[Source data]
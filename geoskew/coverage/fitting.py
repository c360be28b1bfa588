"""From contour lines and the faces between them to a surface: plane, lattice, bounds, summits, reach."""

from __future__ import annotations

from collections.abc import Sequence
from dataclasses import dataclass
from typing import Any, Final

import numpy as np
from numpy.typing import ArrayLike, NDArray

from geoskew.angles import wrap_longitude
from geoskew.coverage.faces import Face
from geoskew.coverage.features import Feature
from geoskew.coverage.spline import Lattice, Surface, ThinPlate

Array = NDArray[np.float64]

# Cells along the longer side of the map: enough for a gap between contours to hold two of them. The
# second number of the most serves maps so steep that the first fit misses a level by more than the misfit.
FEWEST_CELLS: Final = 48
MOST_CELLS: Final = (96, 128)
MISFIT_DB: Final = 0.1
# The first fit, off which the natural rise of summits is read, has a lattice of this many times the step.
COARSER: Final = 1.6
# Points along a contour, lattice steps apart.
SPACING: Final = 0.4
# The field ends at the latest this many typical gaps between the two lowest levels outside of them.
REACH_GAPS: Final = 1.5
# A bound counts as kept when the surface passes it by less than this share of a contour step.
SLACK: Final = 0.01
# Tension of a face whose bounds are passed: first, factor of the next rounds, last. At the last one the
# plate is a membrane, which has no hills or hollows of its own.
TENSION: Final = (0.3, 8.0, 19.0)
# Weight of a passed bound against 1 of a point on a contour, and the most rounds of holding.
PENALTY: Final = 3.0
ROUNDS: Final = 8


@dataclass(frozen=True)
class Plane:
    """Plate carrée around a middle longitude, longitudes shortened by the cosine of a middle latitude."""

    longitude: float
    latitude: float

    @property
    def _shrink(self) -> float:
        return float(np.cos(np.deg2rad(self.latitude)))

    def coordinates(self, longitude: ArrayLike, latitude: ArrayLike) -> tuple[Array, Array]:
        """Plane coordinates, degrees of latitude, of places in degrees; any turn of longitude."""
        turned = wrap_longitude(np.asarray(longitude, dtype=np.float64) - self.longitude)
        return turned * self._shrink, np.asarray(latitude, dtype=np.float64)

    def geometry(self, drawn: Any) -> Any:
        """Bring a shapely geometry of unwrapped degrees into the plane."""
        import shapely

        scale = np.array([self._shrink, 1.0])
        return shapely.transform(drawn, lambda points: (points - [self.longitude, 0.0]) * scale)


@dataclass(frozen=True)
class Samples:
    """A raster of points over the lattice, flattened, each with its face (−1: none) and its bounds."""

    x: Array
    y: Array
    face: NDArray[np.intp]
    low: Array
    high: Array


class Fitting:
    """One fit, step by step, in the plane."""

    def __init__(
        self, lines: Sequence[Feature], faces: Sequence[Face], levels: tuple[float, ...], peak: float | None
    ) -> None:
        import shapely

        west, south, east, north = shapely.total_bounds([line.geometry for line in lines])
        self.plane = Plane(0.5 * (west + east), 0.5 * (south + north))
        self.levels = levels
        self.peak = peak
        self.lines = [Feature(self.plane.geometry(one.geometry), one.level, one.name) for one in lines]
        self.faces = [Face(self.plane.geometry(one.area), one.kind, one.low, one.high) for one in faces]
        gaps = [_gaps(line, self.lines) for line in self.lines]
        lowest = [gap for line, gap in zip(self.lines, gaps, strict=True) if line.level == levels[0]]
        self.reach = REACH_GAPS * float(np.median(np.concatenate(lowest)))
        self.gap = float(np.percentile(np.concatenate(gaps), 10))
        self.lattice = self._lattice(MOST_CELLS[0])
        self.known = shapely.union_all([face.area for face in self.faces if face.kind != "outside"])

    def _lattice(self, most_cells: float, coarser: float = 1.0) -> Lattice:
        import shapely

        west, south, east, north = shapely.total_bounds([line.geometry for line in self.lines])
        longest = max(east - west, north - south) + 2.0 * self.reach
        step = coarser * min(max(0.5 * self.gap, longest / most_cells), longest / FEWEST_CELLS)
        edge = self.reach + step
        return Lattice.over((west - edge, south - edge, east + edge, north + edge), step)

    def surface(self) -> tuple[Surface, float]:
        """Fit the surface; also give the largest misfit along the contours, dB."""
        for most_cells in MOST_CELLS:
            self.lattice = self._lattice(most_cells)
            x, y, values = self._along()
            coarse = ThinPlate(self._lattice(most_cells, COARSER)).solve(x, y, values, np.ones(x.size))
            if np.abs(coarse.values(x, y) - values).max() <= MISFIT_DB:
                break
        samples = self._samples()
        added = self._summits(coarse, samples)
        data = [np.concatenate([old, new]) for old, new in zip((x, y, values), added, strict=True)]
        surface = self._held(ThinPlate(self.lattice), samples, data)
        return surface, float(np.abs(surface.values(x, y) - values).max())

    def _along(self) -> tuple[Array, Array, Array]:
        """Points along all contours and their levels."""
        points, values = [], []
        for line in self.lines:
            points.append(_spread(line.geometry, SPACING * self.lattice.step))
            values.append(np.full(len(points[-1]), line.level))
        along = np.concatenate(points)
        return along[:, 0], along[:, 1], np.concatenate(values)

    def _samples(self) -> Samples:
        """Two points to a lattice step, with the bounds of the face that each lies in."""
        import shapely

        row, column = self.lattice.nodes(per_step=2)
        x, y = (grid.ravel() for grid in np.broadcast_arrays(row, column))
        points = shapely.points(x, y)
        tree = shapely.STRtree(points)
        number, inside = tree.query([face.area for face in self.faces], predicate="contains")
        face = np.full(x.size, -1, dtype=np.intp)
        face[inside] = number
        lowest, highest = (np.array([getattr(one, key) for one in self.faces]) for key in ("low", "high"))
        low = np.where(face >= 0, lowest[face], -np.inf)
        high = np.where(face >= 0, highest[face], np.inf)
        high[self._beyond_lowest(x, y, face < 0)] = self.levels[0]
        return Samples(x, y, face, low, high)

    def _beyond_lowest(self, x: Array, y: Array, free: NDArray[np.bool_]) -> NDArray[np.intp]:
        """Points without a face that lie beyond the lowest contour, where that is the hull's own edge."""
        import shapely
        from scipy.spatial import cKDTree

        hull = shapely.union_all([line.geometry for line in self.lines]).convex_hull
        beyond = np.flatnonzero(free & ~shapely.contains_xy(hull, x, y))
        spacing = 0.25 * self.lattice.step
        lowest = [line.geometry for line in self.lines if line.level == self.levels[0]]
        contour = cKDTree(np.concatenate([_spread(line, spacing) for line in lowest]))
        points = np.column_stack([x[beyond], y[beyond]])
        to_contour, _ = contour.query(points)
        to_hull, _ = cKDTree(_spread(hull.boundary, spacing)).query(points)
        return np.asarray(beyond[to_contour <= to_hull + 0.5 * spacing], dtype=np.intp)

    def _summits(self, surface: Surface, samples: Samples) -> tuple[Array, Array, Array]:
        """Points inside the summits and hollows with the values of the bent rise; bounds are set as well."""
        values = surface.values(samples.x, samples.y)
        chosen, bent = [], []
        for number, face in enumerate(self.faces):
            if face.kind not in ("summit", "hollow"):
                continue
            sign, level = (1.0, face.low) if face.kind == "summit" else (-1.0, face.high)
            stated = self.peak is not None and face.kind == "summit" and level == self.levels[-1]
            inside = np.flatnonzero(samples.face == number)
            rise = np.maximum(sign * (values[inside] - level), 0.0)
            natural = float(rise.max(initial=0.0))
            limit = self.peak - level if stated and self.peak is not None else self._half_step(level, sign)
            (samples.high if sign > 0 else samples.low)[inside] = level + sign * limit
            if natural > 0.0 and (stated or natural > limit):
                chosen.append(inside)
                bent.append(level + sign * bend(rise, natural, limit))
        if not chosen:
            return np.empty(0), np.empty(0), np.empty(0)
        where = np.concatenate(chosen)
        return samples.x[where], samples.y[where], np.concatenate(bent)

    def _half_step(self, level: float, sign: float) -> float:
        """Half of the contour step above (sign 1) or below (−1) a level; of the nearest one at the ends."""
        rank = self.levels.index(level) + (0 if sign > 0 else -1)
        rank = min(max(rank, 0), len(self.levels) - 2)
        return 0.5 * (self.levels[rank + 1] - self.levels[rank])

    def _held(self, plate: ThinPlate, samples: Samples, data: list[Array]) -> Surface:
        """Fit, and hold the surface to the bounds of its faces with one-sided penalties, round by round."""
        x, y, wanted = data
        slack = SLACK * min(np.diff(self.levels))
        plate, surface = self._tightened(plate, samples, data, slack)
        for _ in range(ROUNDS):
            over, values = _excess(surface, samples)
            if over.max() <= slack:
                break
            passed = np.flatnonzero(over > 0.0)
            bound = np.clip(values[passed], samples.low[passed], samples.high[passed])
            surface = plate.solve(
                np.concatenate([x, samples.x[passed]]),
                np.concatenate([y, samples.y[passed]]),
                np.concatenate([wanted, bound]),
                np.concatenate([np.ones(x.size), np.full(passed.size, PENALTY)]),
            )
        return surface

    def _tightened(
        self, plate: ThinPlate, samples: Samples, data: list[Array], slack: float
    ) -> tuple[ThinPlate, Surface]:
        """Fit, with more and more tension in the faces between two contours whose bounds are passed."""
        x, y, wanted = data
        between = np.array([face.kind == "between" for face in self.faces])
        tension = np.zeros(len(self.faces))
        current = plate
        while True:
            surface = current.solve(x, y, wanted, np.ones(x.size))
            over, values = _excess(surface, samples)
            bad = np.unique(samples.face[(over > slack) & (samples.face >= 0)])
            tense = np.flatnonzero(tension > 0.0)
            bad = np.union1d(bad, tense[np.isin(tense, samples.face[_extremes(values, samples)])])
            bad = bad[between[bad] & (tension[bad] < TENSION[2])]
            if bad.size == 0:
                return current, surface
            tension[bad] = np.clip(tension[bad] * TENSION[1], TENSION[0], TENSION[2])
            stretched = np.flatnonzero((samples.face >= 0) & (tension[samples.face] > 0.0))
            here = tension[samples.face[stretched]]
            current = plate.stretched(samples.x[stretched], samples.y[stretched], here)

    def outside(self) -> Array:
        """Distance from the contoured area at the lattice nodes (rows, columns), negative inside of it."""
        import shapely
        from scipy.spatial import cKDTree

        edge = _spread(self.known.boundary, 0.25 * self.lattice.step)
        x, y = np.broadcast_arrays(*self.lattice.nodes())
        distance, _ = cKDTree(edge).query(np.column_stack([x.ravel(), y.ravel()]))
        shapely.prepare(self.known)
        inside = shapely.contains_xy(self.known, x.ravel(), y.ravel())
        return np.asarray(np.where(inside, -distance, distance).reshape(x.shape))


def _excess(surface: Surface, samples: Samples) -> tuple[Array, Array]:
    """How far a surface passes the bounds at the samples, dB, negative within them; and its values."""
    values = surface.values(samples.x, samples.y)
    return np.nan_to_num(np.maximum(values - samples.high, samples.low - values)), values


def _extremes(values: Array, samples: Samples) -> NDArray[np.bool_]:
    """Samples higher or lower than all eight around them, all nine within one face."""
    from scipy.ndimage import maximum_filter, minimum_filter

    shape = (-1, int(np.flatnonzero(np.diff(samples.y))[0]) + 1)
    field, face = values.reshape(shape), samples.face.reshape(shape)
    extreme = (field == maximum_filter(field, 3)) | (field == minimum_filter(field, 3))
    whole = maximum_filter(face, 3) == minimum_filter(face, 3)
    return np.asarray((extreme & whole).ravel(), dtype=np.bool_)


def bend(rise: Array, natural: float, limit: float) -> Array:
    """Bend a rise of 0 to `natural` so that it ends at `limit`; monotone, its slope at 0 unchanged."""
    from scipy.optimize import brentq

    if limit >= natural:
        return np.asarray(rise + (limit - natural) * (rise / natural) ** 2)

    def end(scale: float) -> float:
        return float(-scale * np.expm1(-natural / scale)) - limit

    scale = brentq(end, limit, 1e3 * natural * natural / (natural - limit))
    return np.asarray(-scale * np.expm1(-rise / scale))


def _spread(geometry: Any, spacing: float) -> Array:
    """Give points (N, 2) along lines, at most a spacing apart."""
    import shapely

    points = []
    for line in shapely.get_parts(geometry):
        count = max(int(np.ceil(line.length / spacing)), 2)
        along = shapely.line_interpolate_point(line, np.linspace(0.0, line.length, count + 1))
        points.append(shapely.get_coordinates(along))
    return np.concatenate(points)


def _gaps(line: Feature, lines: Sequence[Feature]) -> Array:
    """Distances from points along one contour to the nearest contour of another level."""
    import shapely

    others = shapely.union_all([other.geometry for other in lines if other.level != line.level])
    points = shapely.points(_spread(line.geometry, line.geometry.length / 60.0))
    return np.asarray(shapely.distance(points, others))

What needs to be done >>
Your task is to gather all lines from the entries above that hold the word "field".

Your response >>
# The field ends at the latest this many typical gaps between the two lowest levels outside of them.
    field, face = values.reshape(shape), samples.face.reshape(shape)
    extreme = (field == maximum_filter(field, 3)) | (field == minimum_filter(field, 3))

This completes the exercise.